Algún día el hombre primitivo domesticó al caballo salvaje. Una estrella rara debió aparecer en el cielo porque al nacer esa amistad cambió el ritmo de la historia. El jinete y la bestia juntos achicaron el mundo. Esta amistad fue tan grande, que, al parecer, la naturaleza vaciló buscando una simbiosis de los dos: Fue cuando se imaginó la existencia del centauro. Pero era mejor la amistad que la simbiosis, podía más. Pasear, cabalgar contra el viento, cazar, “ganadear,” guerrear. Todo eso era nuevo y enloquecedor. El mundo adquirió la dimensión hazañosa del jinete. Parecía una amistad eterna. El cuidado del buen caballo era prioridad en los afectos familiares. Y el caballo viejo era objeto de gratitud… cuando todavía había nobleza, ser caballero no era solo andar a horcajadas. Había reglas, existían limites, se exigía compostura, se exigía integridad moral. El caballero se convirtió en un arquetipo. Esta amistad se hizo práctica a través de la fuerza. Vino el carro, vino el caballo de guerra, y la necesidad de la tracción y el transporte de la carga pesada, y los percherones”

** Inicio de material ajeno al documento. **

"""The brief: the oscillator circuit, the board and the limits a crystal must meet.

A brief is a small YAML file (DESIGN §6) whose values carry their units ("9 mA/V",
"2.5 pF", "10 year"). :func:`load_brief` reads one, :func:`parse_brief` checks a mapping
and turns it into frozen dataclasses holding SI floats, and :func:`brief_to_mapping`
writes a brief back as the same kind of mapping (``parse_brief(brief_to_mapping(b)) == b``).

Rules the parser keeps:

- every key is checked; an unknown key is rejected with the closest known key suggested;
- every problem raises :class:`BriefError` with a one-line message that starts with the key
  path (``amplifier.gm: expected a transconductance such as '9 mA/V', got 'abc'``), and,
  when read from a file, the file name and line in front;
- a missing optional key takes the default stated in the dataclass docstrings; the key
  paths filled that way are listed in :attr:`Brief.defaulted` so screens can say
  "(default)";
- bare numbers are accepted only where the unit is not in doubt (ppm, °C, ohm, volt, mm,
  plain counts); a capacitance, frequency, transconductance or duration needs its unit,
  because "12" could mean 12 pF or 12 F;
- the budget comes from, in this order: an explicit ``budget``, the ``preset``'s budget,
  the CAN bit timing in the ``can`` block. An explicit budget therefore overrides the
  preset's (the preset still sets the clock role and, for 32.768 kHz presets, the
  frequency when those are not given); an explicit budget equal to the preset's keeps
  citing the preset's clause;
- the amplifier is described in exactly one form (``gm``, a mapping of named ``gm``
  drive settings, ``gm_crit_max``, ``max_esr`` or ``negative_resistance``). When a data
  sheet gives several and the brief lists them all, ``amplifier.form`` must say which one
  the analysis uses; the others are kept, unused by the analysis.
"""

from __future__ import annotations

import itertools
import math
import os
import unicodedata
from collections.abc import Callable, Mapping, Sequence
from dataclasses import dataclass, field, fields
from importlib import resources
from pathlib import Path
from typing import Final, Literal, cast, get_args

import yaml
from rapidfuzz import fuzz, process
from rapidfuzz.utils import default_process

from catalog.units import (
    Dimension,
    UnitError,
    format_quantity,
    parse_quantity,
    parse_temperature_range,
)
from picker.presets import (
    CLOCK_ROLES,
    CanBitTiming,
    Preset,
    PresetError,
    find_preset,
    preset_names,
)

__all__ = [
    "AMPLIFIER_FORMS",
    "CAP_SERIES",
    "LIFECYCLES",
    "MAX_BRIEF_BYTES",
    "Amplifier",
    "AmplifierForm",
    "Board",
    "Brief",
    "BriefError",
    "InternalCaps",
    "Limits",
    "MaxEsrTable",
    "Weights",
    "brief_to_mapping",
    "brief_to_yaml",
    "default_brief_path",
    "demo_brief_paths",
    "load_brief",
    "load_brief_mapping",
    "parse_brief",
]

AmplifierForm = Literal["gm", "gm_settings", "gm_crit_max", "max_esr", "negative_resistance"]
AMPLIFIER_FORMS: Final[tuple[str, ...]] = get_args(AmplifierForm)
CAP_SERIES: Final[tuple[str, ...]] = ("E6", "E12", "E24")
LIFECYCLES: Final[tuple[str, ...]] = ("active", "nrnd", "obsolete", "")
"""Lifecycle values as in the part table; "" is a part whose lifecycle is not given
(written ``unknown`` in a brief)."""

MAX_BRIEF_BYTES: Final[int] = 256 * 1024
"""A brief is a few hundred bytes; anything larger than this is not a brief."""

_DEFAULT_NAME: Final[str] = "Untitled brief"
_PLACEHOLDER_SOURCE: Final[str] = "<brief>"
_SUGGEST_CUTOFF: Final[float] = 50.0
_MAX_INTERNAL_STEPS: Final[int] = 4096
_MAX_YAML_DEPTH: Final[int] = 16
_MAX_TIME_QUANTA: Final[int] = 512


# --- errors ------------------------------------------------------------------------------


class BriefError(ValueError):
    """A brief that cannot be used. ``str(error)`` is one line for the user.

    Attributes
    ----------
    detail : what is wrong, without place.
    key : the key path ("amplifier.gm", "temperature[1]"), or None for the whole brief.
    source : file name (or "<brief>" for a mapping not read from a file).
    line : 1-based line in the file, when known.
    """

    def __init__(
        self,
        detail: str,
        *,
        key: str | None = None,
        source: str = _PLACEHOLDER_SOURCE,
        line: int | None = None,
        key_path: tuple[str, ...] = (),
    ) -> None:
        self.detail = " ".join(detail.split())
        self.key = key
        self.source = source
        self.line = line
        self.key_path = key_path
        super().__init__(self._compose())

    def _compose(self) -> str:
        pieces = []
        if self.source != _PLACEHOLDER_SOURCE:
            pieces.append(self.source if self.line is None else f"{self.source}:{self.line}")
        if self.key:
            pieces.append(self.key)
        pieces.append(self.detail)
        return ": ".join(pieces)

    def placed(self, source: str, line: int | None) -> BriefError:
        """The same error, located in ``source`` at ``line``."""
        return BriefError(
            self.detail, key=self.key, source=source, line=line, key_path=self.key_path
        )


# --- the dataclasses ---------------------------------------------------------------------


@dataclass(frozen=True)
class MaxEsrTable:
    """Largest crystal ESR the chip tolerates, per load capacitance (and optionally per C0).

    Attributes
    ----------
    load_capacitance_f : the table's load capacitances [F], ascending, distinct.
    esr_ohm : one row per load capacitance; one column per ``c0_f`` value, or a single
        column when the table has no C0 axis [ohm]. A cell is None where the chip maker
        gives no figure (the combination is not supported).
    c0_f : the C0 (shunt capacitance) axis [F], ascending, distinct; None when the limit
        depends on the load capacitance only.

    The analysis interpolates inside the table and never extrapolates silently.
    """

    load_capacitance_f: tuple[float, ...]
    esr_ohm: tuple[tuple[float | None, ...], ...]
    c0_f: tuple[float, ...] | None = None

    @property
    def has_c0_axis(self) -> bool:
        """True when the limit is given per C0 as well as per load capacitance."""
        return self.c0_f is not None

    def column(self, index: int = 0) -> tuple[float | None, ...]:
        """ESR limits [ohm] along the load-capacitance axis for one C0 column."""
        return tuple(row[index] for row in self.esr_ohm)


@dataclass(frozen=True)
class InternalCaps:
    """Load capacitance built into the chip and set by a register (chosen by the analysis).

    Either a ``range_f`` with a ``step_f`` (every value from the low end in steps, up to
    the high end), or named ``codes`` each with its capacitance.

    Attributes
    ----------
    applies_to : "each_pin" (default): the value is the capacitance from each crystal pin
        to ground, the chip's own Ca = Cb; "load": the value is the load capacitance the
        crystal sees from the chip (stray across the crystal still adds).
        The amplifier's pin capacitance adds to each pin in both cases.
    range_f : (lowest, highest) selectable value [F], or None with codes.
    step_f : step between selectable values [F], or None with codes.
    codes : (register code, capacitance [F]) pairs, ascending by capacitance; empty with a
        range.
    """

    applies_to: Literal["each_pin", "load"] = "each_pin"
    range_f: tuple[float, float] | None = None
    step_f: float | None = None
    codes: tuple[tuple[str, float], ...] = ()

    def choices(self) -> tuple[tuple[str, float], ...]:
        """Every selectable (label, capacitance [F]), ascending.

        Labels are the register codes, or for a range the value in pF ("7.5 pF").
        """
        if self.codes:
            return self.codes
        if self.range_f is None or self.step_f is None:
            return ()
        low, high = self.range_f
        count = math.floor((high - low) / self.step_f * (1.0 + 1e-9) + 1e-9) + 1
        values = [float(f"{low + index * self.step_f:.15g}") for index in range(count)]
        return tuple((f"{value * 1e12:.6g} pF", value) for value in values)


@dataclass(frozen=True)
class Amplifier:
    """The chip's oscillator amplifier, in the form its data sheet describes it.

    Attributes
    ----------
    form : which description the analysis uses: "gm", "gm_settings", "gm_crit_max",
        "max_esr" or "negative_resistance".
    gm_s : transconductance [S] (form "gm").
    gm_settings : named drive settings (name, gm [S]), ascending by gm (form
        "gm_settings"); the shortlist reports the lowest setting that meets the margin.
    gm_crit_max_s : largest crystal critical transconductance the chip supports [S],
        margin already included (form "gm_crit_max").
    max_esr : table of the largest crystal ESR per load capacitance (form "max_esr").
    negative_resistance_ohm : the chip's stated negative resistance [ohm], negative
        (form "negative_resistance"); ``negative_resistance_cl_f`` is the load
        capacitance [F] it is stated at.
    pin_capacitance_f : capacitance of each oscillator pin to ground [F], added to each
        load cap. Default 1.5 pF (a typical oscillator pin; common practice — use the
        chip's data sheet figure).
    swing_v : peak-to-peak voltage across the crystal [V], for the drive level.
        Default 1.0 V (common practice for an MCU Pierce stage; low-power 32 kHz stages
        swing less, which only lowers the drive estimate).
    output_resistance_ohm : amplifier output resistance [ohm]; None = ideal (infinite).
    bias_resistance_ohm : feedback bias resistor [ohm]; None = none (infinite).
    internal_caps : programmable load capacitance inside the chip, or None.
    """

    form: AmplifierForm
    gm_s: float | None = None
    gm_settings: tuple[tuple[str, float], ...] = ()
    gm_crit_max_s: float | None = None
    max_esr: MaxEsrTable | None = None
    negative_resistance_ohm: float | None = None
    negative_resistance_cl_f: float | None = None
    pin_capacitance_f: float = 1.5e-12
    swing_v: float = 1.0
    output_resistance_ohm: float | None = None
    bias_resistance_ohm: float | None = None
    internal_caps: InternalCaps | None = None

    def __post_init__(self) -> None:
        needed = {
            "gm": self.gm_s is not None,
            "gm_settings": bool(self.gm_settings),
            "gm_crit_max": self.gm_crit_max_s is not None,
            "max_esr": self.max_esr is not None,
            "negative_resistance": self.negative_resistance_ohm is not None
            and self.negative_resistance_cl_f is not None,
        }
        if self.form not in needed:
            raise BriefError(
                f"unknown amplifier form {self.form!r}; expected one of "
                f"{', '.join(AMPLIFIER_FORMS)}",
                key="amplifier.form",
            )
        if not needed[self.form]:
            raise BriefError(f"form {self.form!r} has no values", key="amplifier.form")

    def forms_given(self) -> tuple[str, ...]:
        """Every form with values in this amplifier (the used one and any others)."""
        given = []
        if self.gm_s is not None:
            given.append("gm")
        if self.gm_settings:
            given.append("gm_settings")
        if self.gm_crit_max_s is not None:
            given.append("gm_crit_max")
        if self.max_esr is not None:
            given.append("max_esr")
        if self.negative_resistance_ohm is not None:
            given.append("negative_resistance")
        return tuple(given)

Finalmente, esta biografía, está muy bien soportada a nivel documental y testimonial, da fe de un ser humano que un momento determinado le impuso su historia y su prestancia a Colombia. Normalmente el historiador o el ensayista toma temas por adhesión personal o de partido y no como profesional dispuesto a la objetividad y responsable interpretación. Y si por ventura tomamos los trabajos ajenos a las mismas academias, la tendencia a tomar partido como se dice coloquialmente para “afirmar” la línea política es todavía más frecuente. Por fortuna, este no es el caso de Juan Esteban Constain. La lectura de su biografía resulta por el contrario una experiencia fascinante.